Pläne der Bundesregierung bedrohen knapp 500 Fahrzeuge in Sachsen


Gefahrenabwehr im Katastrophenfall ist Aufgabe der Länder. Bisher werden die Länder dabei vom Bund unterstützt. Dem Freistaat Sachsen stehen derzeit 497 Fahrzeuge für den Katastrophenschutz wie bespielweise Krankenwagen und Löschfahrzeuge zur Verfügung. Diese Zahl geht aus einer Kleinen Anfrage der FDP-Fraktion im Sächsischen Landtag hervor (Drucksache 4/8929). Die Wagen werden von Landkreisen, kreisfreien Städten und privaten Hilfsorganisationen genutzt.


Derzeit erarbeitet die Bundesregierung ein neues Konzept für den Katastrophenschutz. Nach den Planungen des Bundes sollen ab 2008 die Feuerwehren und Hilfsorganisationen bundesweit nur noch über 2.500 statt 8.500 Sanitäts-, ABC- und Löschfahrzeuge des Bundes für den Einsatz bei Naturkatastrophen und Terroranschlägen verfügen.

Dazu erklärt Dr. Jürgen Martens, innenpolitischer Sprecher der FDP-Fraktion im Sächsischen Landtag:


"Wenn die Bundesmittel wie geplant gekürzt werden, ist die Arbeitsfähigkeit des Katastrophenschutzes in Sachsen in Gefahr. Länder und Kommunen könnten die nötigen Investitionen kaum allein aufbringen. Wir fordern die sächsische CDU/SPD-Koalition daher auf, sich bei der Großen Koalition in Berlin für die Interessen des Freistaats einzusetzen. Eine Katastrophe beim Katastrophenschutz muss verhindert werden.

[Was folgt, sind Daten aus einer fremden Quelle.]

import type { Bound, QuantityReference, TableReference, WrittenNumber } from './limit';
import type { Measure } from './measure';
import type { Rule } from './schema';

export interface PlacedBound {
  path: string;
  bound: Bound;
}

export function isWrittenNumber(bound: Bound): bound is WrittenNumber {
  return typeof bound === 'number' || typeof bound === 'string';
}

export function isTableReference(value: unknown): value is TableReference {
  return typeof value === 'object' && value !== null && 'table' in value;
}

export function isQuantityReference(value: unknown): value is QuantityReference {
  return typeof value === 'object' && value !== null && 'quantity' in value;
}

/** The number of a bound that is written in the rule itself, else null. */
export function literalOf(bound: Bound | undefined): WrittenNumber | null {
  if (bound === undefined) return null;
  if (isWrittenNumber(bound)) return bound;
  return 'value' in bound ? bound.value : null;
}

/** Every bound of a rule, of its limit and of its measure, with its place. */
export function boundsOf(rule: Rule): PlacedBound[] {
  const { min, max, target, tolerance } = rule.limit;
  return [
    ...ends('/limit', { min, max, target, tolerance }),
    ...intervalsOf(rule.measure).flatMap(({ path, interval }) => ends(path, interval)),
  ];
}

/** `where`, `alsoEach` and `within` of a measure. */
export function intervalsOf(
  measure: Measure,
): { path: string; interval: { min?: Bound | undefined; max?: Bound | undefined } }[] {
  const intervals = (measure.where ?? []).map((where, i) => ({
    path: `/measure/where/${i}`,
    interval: { min: where.min, max: where.max },
  }));
  if (measure.kind !== 'reading') return intervals;
  const { alsoEach, within } = measure;
  return [
    ...intervals,
    ...(alsoEach ? [{ path: '/measure/alsoEach', interval: alsoEach }] : []),
    ...(within ? [{ path: '/measure/within', interval: within }] : []),
  ];
}

function ends(path: string, bounds: Record<string, Bound | undefined>): PlacedBound[] {
  return Object.entries(bounds).flatMap(([name, bound]) =>
    bound === undefined ? [] : [{ path: `${path}/${name}`, bound }],
  );
}
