import { useState } from 'react';
import { useNavigate } from 'react-router-dom';
import { cautions } from '#shared/cautions';
import { formatDateWithWeekday } from '#shared/format/dates';
import { LinkButton } from '../../../components/ui/button';
import { FileDrop } from '../../../components/ui/file-drop';
import { MarginPage } from '../../../components/ui/margin-page';
import { PageHead } from '../../../components/ui/page-head';
import { RunningFoot } from '../../../components/ui/running-foot';
import { announce } from '../../../lib/announce';
import { handOverFile } from '../../../lib/handed-over-file';
import { addressOfRevision } from '../../../lib/next-address';
import { paths } from '../../../lib/paths';
import { useSession } from '../../../lib/queries/session-query';
import { useShortcuts } from '../../../lib/shortcuts';
import { usePageTitle } from '../../../lib/use-page-title';
import { useHome } from '../api/get-home';
import { CurrentRevision, submitAddress } from './current-revision';
import { History } from './history';
import { HomeMargin } from './home-margin';
import { MixTable, mixRowId } from './mix-table';
import '../home.css';

export function HomePage() {
  usePageTitle('Home');
  const home = useHome();
  const { active, today } = useSession();
  const { cursor, setCursor } = useHomeKeys();
  const { current } = home;
  const navigate = useNavigate();
  const upload = (file: File) => {
    handOverFile(file);
    void navigate(paths.upload);
  };
  return (
    <MarginPage marginWidthPx={300} aside={<HomeMargin home={home} />}>
      <PageHead title={active?.organisationName} rest={formatDateWithWeekday(today)} />
      {home.abilities.upload ? (
        <FileDrop
          title="Drop a workbook to check it"
          help=".xlsx or .csv, in your laboratory’s own layout or the template. Nothing is sent until you submit."
          button="Choose a file"
          keyHint="U"
          accept={['.xlsx', '.csv', '.tsv']}
          onFile={upload}
        />
      ) : null}
      <MixTable submittals={home.submittals} cursor={cursor} onCursor={setCursor} />
      {current ? (
        <>
          <CurrentRevision current={current} />
          <History
            mixDesignation={current.mixDesignation}
            timeZone={current.timeZone}
            revisions={current.history}
          />
        </>
      ) : null}
      <RunningFoot
        texts={[cautions.findings, 'The agency’s own check decides; the contract documents govern.']}
        acts={
          <>
            {home.abilities.upload ? <LinkButton to={paths.upload}>Check a workbook</LinkButton> : null}
            {current?.canSubmit ? (
              <LinkButton kind="primary" to={submitAddress(current)}>
                Submit revision {current.revision}
              </LinkButton>
            ) : null}
          </>
        }
      />
    </MarginPage>
  );
}

function useHomeKeys() {
  const { submittals, current, abilities } = useHome();
  const navigate = useNavigate();
  const [chosen, setCursor] = useState<string | null>(null);
  const index = Math.max(
    submittals.findIndex((submittal) => submittal.id === chosen),
    0,
  );
  const at = submittals[index];
  const step = (by: 1 | -1) => {
    const next = submittals[Math.min(Math.max(index + (chosen === null ? 0 : by), 0), submittals.length - 1)];
    if (!next) return;
    setCursor(next.id);
    document.getElementById(mixRowId(next.id))?.scrollIntoView({ block: 'nearest' });
    announce(`${next.mixDesignation} revision ${next.revision.number}, ${next.next}`);
  };
  useShortcuts([
    ...(abilities.upload
      ? [{ key: 'u', label: 'upload', foot: true, run: () => void navigate(paths.upload) }]
      : []),
    { key: 'j', label: 'next', foot: true, run: () => step(1) },
    { key: 'k', label: 'previous', run: () => step(-1) },
    {
      key: 'Enter',
      label: 'open',
      foot: true,
      run: () => at && navigate(addressOfRevision(at.id, at.revision)),
    },
    ...(current?.canSubmit
      ? [{ key: 's', label: 'submit', foot: true, run: () => void navigate(submitAddress(current)) }]
      : []),
  ]);
  return { cursor: chosen, setCursor };
}
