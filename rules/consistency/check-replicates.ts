import { allQuantities, quantityById } from '../quantities/registry';
import type { Reading } from '../record';
import { numberWords, unitSuffix } from '../rule-sets/words';
import {
  type ConsistencyInput,
  type ConsistencyObservation,
  knownReading,
  placeOf,
  subjectOf,
} from './consistency-observation';
import { hasManyDigits, replicateGroups } from './replicate-groups';

/** Measured with so many digits that even two specimens hardly ever agree in all of them. */
const sensitiveQuantities = new Set([
  'mass-in-air',
  'mass-in-water',
  'mass-saturated-surface-dry',
  'bulk-specific-gravity-mix',
  'failure-load',
  'tensile-strength-dry',
  'tensile-strength-conditioned',
  'marshall-stability',
  'fracture-energy',
]);

/** The same for every specimen by nature, or one result that is written beside each. */
const commonQuantities = new Set([
  'binder-content',
  'maximum-specific-gravity',
  'specimen-diameter',
  'specimen-thickness',
  'specimen-height',
  'mixing-temperature',
  'compaction-temperature',
]);

/** Replicates that are the same to the last digit look copied: two of a sensitive quantity, three of another. */
export function checkReplicates({ index }: ConsistencyInput): ConsistencyObservation[] {
  return allQuantities()
    .filter(
      ({ id, kind }) => sensitiveQuantities.has(id) || (kind === 'measured' && !commonQuantities.has(id)),
    )
    .flatMap(({ id }) => replicateGroups(index.all(id)).flatMap((readings) => observed(id, readings) ?? []));
}

function observed(quantity: string, readings: Reading[]): ConsistencyObservation | null {
  const specimens = new Set(readings.map(({ at }) => at.specimen)).size;
  const [first] = readings;
  if (!first || readings.some(({ value }) => value !== first.value)) return null;
  if (specimens < (sensitiveQuantities.has(quantity) ? 2 : 3) || !readings.every(hasManyDigits)) return null;
  const { specimen: _specimen, ...at } = first.at;
  const label = quantityById(quantity)?.label ?? quantity;
  return {
    name: 'identical-replicates',
    subject: subjectOf(quantity, at),
    severity: 'advisory',
    outcome: 'fail',
    observed: first.value,
    limit: null,
    unit: first.unit,
    sentence: `All ${specimens} specimens${placeOf(at)} have the same ${label}, ${numberWords(first.value!)}${unitSuffix(first.unit)}.`,
    reason: 'Separate specimens hardly ever agree in every digit; a value may have been copied.',
    evidence: readings.map((reading) => knownReading(reading).evidence),
    quantity,
    at,
  };
}
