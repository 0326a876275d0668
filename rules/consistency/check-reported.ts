import type { RecomputedValue } from '../engine/analysis';
import { evidenceOfRecomputed } from '../engine/sample';
import { formatDecimals } from '../numerics/round';
import { quantityById } from '../quantities/registry';
import type { Reading } from '../record';
import { capitalised, numberWords, unitSuffix } from '../rule-sets/words';
import {
  type ConsistencyInput,
  type ConsistencyObservation,
  placeOf,
  subjectOf,
} from './consistency-observation';

/**
 * Values that the workbook reports and that do not follow from its own readings, with the named cause where one is
 * known. A gradation is compared as a whole elsewhere.
 */
export function checkReported({ analysis }: ConsistencyInput): ConsistencyObservation[] {
  const differing = analysis.recomputed.filter(
    ({ agrees, quantity }) => agrees === false && quantity !== 'percent-passing',
  );
  const wholes = new Set(differing.filter(({ at }) => at.specimen === undefined).map(wholeKey));
  return differing
    .filter((value) => value.at.specimen === undefined || !wholes.has(wholeKey(value)))
    .map(observation);
}

function observation(value: RecomputedValue): ConsistencyObservation {
  const { quantity, at, unit, tolerance, cause } = value;
  const entry = quantityById(quantity);
  const reported = value.reported!;
  const decimals = entry?.decimals ?? 2;
  const are = entry?.plural ? 'are' : 'is';
  const come = entry?.plural ? 'come' : 'comes';
  const label = capitalised(entry?.label ?? quantity);
  return {
    name: 'reported-differs',
    subject: subjectOf(quantity, at),
    severity: 'advisory',
    outcome: 'fail',
    observed: reported.value,
    limit: { min: value.value - tolerance!, max: value.value + tolerance! },
    unit,
    sentence: `${label}${placeOf(at)} ${are} reported as ${reportedText(reported, decimals)}${unitSuffix(unit)} and ${come} to ${numberWords(value.value, decimals + 1)}${unitSuffix(unit)} from the workbook's own readings.`,
    reason: cause
      ? `The workbook ${cause.text}.`
      : `The difference is more than rounding explains (${formatDecimals(tolerance!, decimals + 1)}), and no single known cause gives the reported value.`,
    evidence: [evidenceOfRecomputed(value)],
    quantity,
    at,
  };
}

/** As many decimals as are registered, and more where the workbook's own are needed to see the difference. */
function reportedText(reported: Reading, decimals: number): string {
  return numberWords(reported.value!, decimals + (reported.source === null ? 1 : 0));
}

function wholeKey({ quantity, at }: RecomputedValue): string {
  const { specimen: _specimen, ...whole } = at;
  return JSON.stringify([quantity, Object.entries(whole).toSorted(([a], [b]) => (a < b ? -1 : 1))]);
}
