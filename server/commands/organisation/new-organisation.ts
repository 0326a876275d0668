import type { Letterhead } from '#shared/contracts/organisation';
import type { OrganisationKind } from '#shared/contracts/roles';
import type { organisations } from '../../db/schema/people';

interface Founding {
  id: string;
  name: string;
  kind: OrganisationKind;
  timeZone?: string;
  reviewWorkingDays?: number;
  letterhead?: Letterhead;
  createdAt: Date;
}

export const emptyLetterhead: Letterhead = {
  department: '',
  address: '',
  telephone: '',
  email: '',
  closing: '',
};

/** The row of a new organisation. Zone, clock and waivers mean something for an agency only. */
export function newOrganisation(founding: Founding): typeof organisations.$inferInsert {
  const { timeZone = 'UTC', reviewWorkingDays = 10, letterhead = emptyLetterhead, ...facts } = founding;
  const words = facts.name
    .toLowerCase()
    .replace(/[^a-z0-9]+/g, '-')
    .slice(0, 100);
  return {
    ...facts,
    // The sign-in library wants a unique one; the id makes it so, and nobody reads it.
    slug: `${words}-${facts.id}`,
    timeZone,
    reviewWorkingDays,
    waiverPolicy: 'advisory',
    letterhead,
  };
}

export function isTimeZone(name: string): boolean {
  try {
    new Intl.DateTimeFormat('en-GB', { timeZone: name });
    return true;
  } catch {
    return false;
  }
}
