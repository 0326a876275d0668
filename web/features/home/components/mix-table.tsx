import { Link } from 'react-router-dom';
import type { SubmittalListItem } from '#shared/contracts/submittals';
import { formatDateShort, formatInstantShort } from '#shared/format/dates';
import { EmptyState } from '../../../components/ui/empty-state';
import { Mark } from '../../../components/ui/mark';
import { markOfOutcome } from '../../../components/ui/marks';
import { addressOfRevision } from '../../../lib/next-address';
import { paths } from '../../../lib/paths';
import { nextCounts } from '../lib/next-counts';
import { standingOf } from '../lib/standing-words';

/** Every mix with where it stands and what is next, newest change first. */
export function MixTable({
  submittals,
  cursor,
  onCursor,
}: {
  submittals: readonly SubmittalListItem[];
  cursor: string | null;
  onCursor: (submittalId: string) => void;
}) {
  if (submittals.length === 0) {
    return (
      <EmptyState title="No mix has been uploaded yet.">
        <Link to={paths.upload}>Upload the workbook</Link> of a mix design, in your laboratory’s own layout or
        the template of your project’s section.
      </EmptyState>
    );
  }
  return (
    <table className="table table-head-over mix-table">
      <caption className="hidden-text">Mixes: where each stands and what is next</caption>
      <thead>
        <tr>
          <th scope="col">Mix</th>
          <th scope="col">Project</th>
          <th scope="col">Stands at</th>
          <th scope="col">Next</th>
          <th scope="col" className="number">
            By
          </th>
        </tr>
      </thead>
      <tbody>
        {submittals.map((submittal) => (
          <tr
            key={submittal.id}
            id={mixRowId(submittal.id)}
            className={submittal.id === cursor ? 'cursor' : undefined}
            onFocus={() => onCursor(submittal.id)}
          >
            <th scope="row">
              <Link className="plain" to={addressOfRevision(submittal.id, submittal.revision)}>
                {submittal.mixDesignation} <span>r{submittal.revision.number}</span>
              </Link>
            </th>
            <td className="mix-project condensed mute">
              {submittal.project.number} {submittal.project.title}
            </td>
            <td className="mix-stands">
              <Standing submittal={submittal} />
            </td>
            <td className="mix-next">
              <Next submittal={submittal} />
            </td>
            <td className="mix-by number">
              {submittal.revision.dueOn && isWithAgency(submittal)
                ? formatDateShort(submittal.revision.dueOn)
                : ''}
            </td>
          </tr>
        ))}
      </tbody>
    </table>
  );
}

export function mixRowId(submittalId: string): string {
  return `mix-${submittalId}`;
}

function Standing({ submittal }: { submittal: SubmittalListItem }) {
  const { timeZone } = submittal.agency;
  const { strong, rest } = standingOf(submittal, (instant) => formatInstantShort(instant, timeZone));
  return (
    <>
      {strong ? <b>{strong}</b> : null}
      {rest}
    </>
  );
}

function Next({ submittal }: { submittal: SubmittalListItem }) {
  const counts = submittal.doubts > 0 ? [] : nextCounts(submittal.revision);
  if (counts.length === 0) return submittal.next;
  return counts.map(({ outcome, words }, index) => (
    <span key={outcome} className="whitespace-nowrap">
      <Mark name={markOfOutcome[outcome]} /> {words}
      {index < counts.length - 1 ? ', ' : ''}
    </span>
  ));
}

function isWithAgency({ revision }: SubmittalListItem): boolean {
  return revision.state === 'submitted' || revision.state === 'in review';
}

Fünf Jahre nach der Flut wissen die Menschen in Sachsen noch genau, wie unverzichtbar die schnelle Hilfe in der Not ist. Ein funktionierender Katastrophenschutz rettet im Krisenfall Menschenleben. Deshalb muss die Staatsregierung auf Bundesebene gegen die geplanten Kürzungen kämpfen.


Vor allem der drohende Wegfall der ergänzenden Ausstattung beim Brandschutz wäre in einigen Landkreisen nicht zu verkraften. Bereits jetzt haben die Feuerwehren im ländlichen Raum mit erheblichen Problemen zu kämpfen. Nach den Plänen der Bundesregierung wäre allein im Niederschlesischen Oberlausitzkreis mit dem Verlust von sieben Löschgruppenfahrzeugen zu rechnen."